๐ค AI Summary
Existing SmartNICs struggle to balance bandwidth, customizability, offload capability, and software compatibility. This work proposes a hardware/software co-designed SmartNIC architecture that, for the first time, deeply integrates a streaming compute unit (SCU) with embedded ARM cores into a 200G datapath, treating the NIC data path as a native streaming computing substrate. The architecture supports user-defined offloads, programmable congestion control, and integrates an offloaded TCP/IP and RDMA protocol stack, direct GPU/SSD connectivity, and native Linux networking interfaces.
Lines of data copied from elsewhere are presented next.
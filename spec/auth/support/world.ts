import fs from 'node:fs';
import os from 'node:os';
import path from 'node:path';
import bcrypt from 'bcryptjs';
import type { Express } from 'express';
import pino, { type Logger } from 'pino';
import { createApp } from '../../../server/app';
import type { AccountsOptions } from '../../../server/auth/accounts';
import type { RateLimitSettings } from '../../../server/auth/rate-limits';
import { newLinkToken } from '../../../server/auth/tokens';
import { loadConfig } from '../../../server/config';
import { startFakeSmtp, type FakeSmtp } from '../../../server/mail/fake-smtp';
import type { InboxMessage } from '../../../server/mail/inbox';
import { createSmtpMailer, type Mailer } from '../../../server/mail/mailer';
import { EventBus } from '../../../server/events/bus';
import { probe } from '../../../server/services/health';
import { startLocalS3, type ObjectStorage } from '../../../server/storage/setup';
import { createWorkOrders, type WorkOrders } from '../../../server/work-orders/create';
import type { Role } from '../../../shared/domain';
import { createTestDatabase, type TestDatabase } from '../../support/test-db';
import { Browser } from './browser';
import { ManualClock } from './manual-clock';

/** Set-up and tear-down make a database and run every migration: give them room on a busy machine. */
export const SPEC_TIMEOUT_MS = 60_000;

/** Low bcrypt cost keeps specs fast; production uses DEFAULT_PASSWORD_HASH_ROUNDS. */
export const SPEC_HASH_ROUNDS = 4;

export interface SeededUser {
  id: string;
  email: string;
  password: string;
  role: Role;
  isAdmin: boolean;
  organizationId: string;
  unitId: string | null;
}

/** The people of the access matrix, and a bystander the admin routes act on. */
export const PEOPLE = ['tenantA', 'tenantB', 'contractorWithJob', 'contractorWithoutJob', 'managerOrg1', 'adminOrg1', 'adminOrg2', 'bystander'] as const;
export type Person = (typeof PEOPLE)[number];

export interface Fixtures {
  org1: { id: string; propertyId: string; unitA: string; unitB: string; applianceA: string };
  org2: { id: string; propertyId: string; unitC: string; applianceC: string };
  users: Record<Person, SeededUser>;
  /** A pending invitation of org 1, and its token. */
  invitation: { id: string; token: string };
}

export interface World {
  db: TestDatabase;
  app: Express;
  smtp: FakeSmtp;
  clock: ManualClock;
  /** Every line the app logged, at trace level. */
  logs: string[];
  fixtures: Fixtures;
  browser(): Browser;
  signedIn(person: Person): Promise<Browser>;
  close(): Promise<void>;
}

/** Limits high enough that only the rate-limit spec ever meets them. */
export const GENEROUS_LIMITS: Partial<RateLimitSettings> = {
  signInFailuresPerAccount: 1000,
  signInFailuresPerIp: 1000,
  resetRequestsPerAccount: 1000,
  resetRequestsPerIp: 1000,
  tokenFailuresPerIp: 1000,
};

async function insert(db: TestDatabase, sql: string, params: unknown[]): Promise<string> {
  const [row] = await db.dataSource.query(sql, params);
  return row.id;
}

async function seedPlaces(db: TestDatabase): Promise<Omit<Fixtures, 'users' | 'invitation'>> {
  const org1 = await insert(db, `INSERT INTO organization (name) VALUES ('Maplewood Homes (spec)') RETURNING id`, []);
  const org2 = await insert(db, `INSERT INTO organization (name) VALUES ('Birchline Lettings (spec)') RETURNING id`, []);
  const property = (org: string, name: string) =>
    insert(db, `INSERT INTO property (organization_id, name, address_line1, city, time_zone) VALUES ($1, $2, '1 Example Road', 'Springfield', 'America/Chicago') RETURNING id`, [org, name]);
  const unit = (propertyId: string, label: string) => insert(db, `INSERT INTO unit (property_id, label) VALUES ($1, $2) RETURNING id`, [propertyId, label]);
  const appliance = (unitId: string) => insert(db, `INSERT INTO appliance (unit_id, style) VALUES ($1, 'top-freezer') RETURNING id`, [unitId]);
  const property1 = await property(org1, 'Cedar Row');
  const property2 = await property(org2, 'Quarry Lane');
  const unitA = await unit(property1, '1A');
  const unitB = await unit(property1, '1B');
  const unitC = await unit(property2, '7C');
  return {
    org1: { id: org1, propertyId: property1, unitA, unitB, applianceA: await appliance(unitA) },
    org2: { id: org2, propertyId: property2, unitC, applianceC: await appliance(unitC) },
  };
}

async function seedUser(db: TestDatabase, person: string, user: Omit<SeededUser, 'id' | 'email' | 'password'>): Promise<SeededUser> {
  const email = `${person.toLowerCase()}@example.com`;
  const password = `${person}-secret-passphrase`;
  const hash = await bcrypt.hash(password, SPEC_HASH_ROUNDS);
  const id = await insert(
    db,
    `INSERT INTO app_user (email, display_name, role, is_admin, organization_id, unit_id, password_hash) VALUES ($1, $2, $3, $4, $5, $6, $7) RETURNING id`,
    [email, `Spec ${person}`, user.role, user.isAdmin, user.organizationId, user.unitId, hash],
  );
  return { id, email, password, ...user };
}

async function seedPeople(db: TestDatabase, places: Omit<Fixtures, 'users' | 'invitation'>): Promise<Record<Person, SeededUser>> {
  const { org1, org2 } = places;
  const tenant = (organizationId: string, unitId: string) => ({ role: 'tenant' as const, isAdmin: false, organizationId, unitId });
  const contractor = { role: 'contractor' as const, isAdmin: false, organizationId: org1.id, unitId: null };
  const manager = (organizationId: string, isAdmin: boolean) => ({ role: 'manager' as const, isAdmin, organizationId, unitId: null });
  return {
    tenantA: await seedUser(db, 'tenantA', tenant(org1.id, org1.unitA)),
    tenantB: await seedUser(db, 'tenantB', tenant(org1.id, org1.unitB)),
    contractorWithJob: await seedUser(db, 'contractorWithJob', contractor),
    contractorWithoutJob: await seedUser(db, 'contractorWithoutJob', contractor),
    managerOrg1: await seedUser(db, 'managerOrg1', manager(org1.id, false)),
    adminOrg1: await seedUser(db, 'adminOrg1', manager(org1.id, true)),
    adminOrg2: await seedUser(db, 'adminOrg2', manager(org2.id, true)),
    bystander: await seedUser(db, 'bystander', tenant(org1.id, org1.unitA)),
  };
}

async function seedInvitation(db: TestDatabase, fixtures: Omit<Fixtures, 'invitation'>, clock: ManualClock): Promise<Fixtures['invitation']> {
  const link = newLinkToken();
  const expiresAt = new Date(clock.now().getTime() + 7 * 24 * 3600_000);
  const id = await insert(
    db,
    `INSERT INTO invitation (organization_id, email, display_name, role, unit_id, token_hash, invited_by_user_id, expires_at)
     VALUES ($1, 'pending.tenant@example.com', 'Pending Tenant', 'tenant', $2, $3, $4, $5) RETURNING id`,
    [fixtures.org1.id, fixtures.org1.unitB, link.tokenHash, fixtures.users.adminOrg1.id, expiresAt],
  );
  return { id, token: link.token };
}

export interface WorldOptions {
  rateLimits?: Partial<RateLimitSettings>;
  publicUrl?: string;
  accounts?: Partial<AccountsOptions>;
  /** Replace the SMTP mailer, e.g. with one that fails. */
  mailer?: Mailer;
  /** Mount the work-order loop (requests, jobs, contractors, tenant side), as main.ts does. */
  workOrders?: boolean;
}

interface WorkOrderParts {
  workOrders: WorkOrders;
  storage: ObjectStorage;
  folder: string;
  bus: EventBus;
}

/** The loop with its local S3 fake; its timers stay off, so nothing moves unless a spec asks. */
async function startWorkOrders(dataSource: TestDatabase['dataSource'], logger: Logger, clock: ManualClock, mailer: Mailer, publicUrl: string): Promise<WorkOrderParts> {
  const folder = fs.mkdtempSync(path.join(os.tmpdir(), 'cw-auth-s3-'));
  const storage = await startLocalS3(folder);
  const bus = new EventBus(logger);
  const workOrders = createWorkOrders({ dataSource, publicUrl, logger, bus, clock, mailer, store: storage.store });
  await workOrders.start(0);
  return { workOrders, storage, folder, bus };
}

/** A throwaway database with two organizations and every role, the fake SMTP server and the app. */
export async function createWorld(options: WorldOptions = {}): Promise<World> {
  const db = await createTestDatabase('cw_auth');
  const clock = new ManualClock();
  const inboxFolder = fs.mkdtempSync(path.join(os.tmpdir(), 'cw-inbox-'));
  const smtp = await startFakeSmtp({ inboxFolder });
  const mailer = options.mailer ?? createSmtpMailer({ smtpUrl: smtp.url, from: 'Chillwarden <no-reply@chillwarden.example.com>', local: true });
  const places = await seedPlaces(db);
  const users = await seedPeople(db, places);
  const invitation = await seedInvitation(db, { ...places, users }, clock);
  const fixtures: Fixtures = { ...places, users, invitation };
  const logs: string[] = [];
  const logger = pino({ level: 'trace' }, { write: (line: string) => logs.push(line) });
  const config = { ...loadConfig({ NODE_ENV: 'test' }), clientDir: '/nonexistent', publicUrl: options.publicUrl ?? 'http://127.0.0.1:4280' };
  const loop = options.workOrders ? await startWorkOrders(db.dataSource, logger, clock, mailer, config.publicUrl) : null;
  const app = createApp({
    config,
    dataSource: db.dataSource,
    logger,
    brokerProbe: () => probe(async () => 'fake broker'),
    version: '0.0.0-spec',
    accounts: {
      mailer,
      devInbox: smtp.inbox,
      clock,
      sessionSecret: 'spec-session-secret-that-is-long-enough',
      passwordHashRounds: SPEC_HASH_ROUNDS,
      rateLimits: { ...GENEROUS_LIMITS, ...options.rateLimits },
      ...options.accounts,
    },
    ...(loop ? { bus: loop.bus, workOrders: loop.workOrders } : {}),
  });
  const browser = () => new Browser(app);
  return {
    db,
    app,
    smtp,
    clock,
    logs,
    fixtures,
    browser,
    async signedIn(person) {
      const session = browser();
      const user = users[person];
      const res = await session.signIn(user.email, user.password);
      if (res.status !== 200) throw new Error(`${person} could not sign in: ${res.status} ${JSON.stringify(res.body)}`);
      return session;
    },
    async close() {
      if (loop) {
        await loop.workOrders.stop();
        await loop.storage.close();
        fs.rmSync(loop.folder, { recursive: true, force: true });
      }
      mailer.close();
      await smtp.close();
      await db.drop();
      fs.rmSync(inboxFolder, { recursive: true, force: true });
    },
  };
}

/** Runs `action`, then waits for a message to `address` that was not in the inbox before. */
export async function mailAfter(world: World, address: string, action: () => Promise<unknown>, what = (message: InboxMessage) => !!message): Promise<InboxMessage> {
  const known = new Set(world.smtp.inbox.ids());
  await action();
  for (let tries = 0; tries < 150; tries++) {
    for (const id of world.smtp.inbox.ids()) {
      if (known.has(id)) continue;
      const message = await world.smtp.inbox.get(id);
      if (message && message.to.toLowerCase().includes(address.toLowerCase()) && what(message)) return message;
    }
    await new Promise((resolve) => setTimeout(resolve, 20));
  }
  throw new Error(`no new mail to ${address}`);
}

/** The link's token from an e-mail: it travels in the URL fragment. */
export function tokenFromLink(link: string): string {
  return new URL(link).hash.slice(1);
}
Experimental results demonstrate performance comparable to commercial platforms and successfully validate diverse applications, including collective communication offload and network-to-GPU hash-based data partitioning.
๐ Abstract
Although modern, AI-centric datacenters heavily rely on SmartNICs, existing devices impose a hard trade-off. Commercial SmartNICs provide high bandwidth and easy software integration, but offer limited support for customization and data processing offload. In contrast, research SmartNICs often suffer from low bandwidth, limited functionality, and poor software compatibility -- to the point that many are not actual NICs in a technical sense. This gap can be closed by treating the NIC datapath as a first-class stream computation substrate with shared hardware/software abstractions for a tight co-design of infrastructure and applications. To demonstrate this, we introduce SCENIC, an open-source datacenter SmartNIC. SCENIC implements a 200G network datapath over offloaded TCP/IP and RDMA stacks, as well as a fallback path for processing arbitrary network traffic. On top of the network logic, SCENIC combines on-datapath Stream Compute Units (SCUs) for data processing and embedded ARM cores for flexible control path manipulation with direct access to GPUs and SSDs. SCENIC is fully integrated with the OS, exposing native Linux network and RDMA verb interfaces, making the programmable datapath transparent to existing applications while enabling control of, e.g., user-defined offloads and programmable congestion control. SCENIC's performance matches commercial platforms, and we show its versatility through several use cases such as offloaded collective communication and network-to-GPU hash-based data partitioning.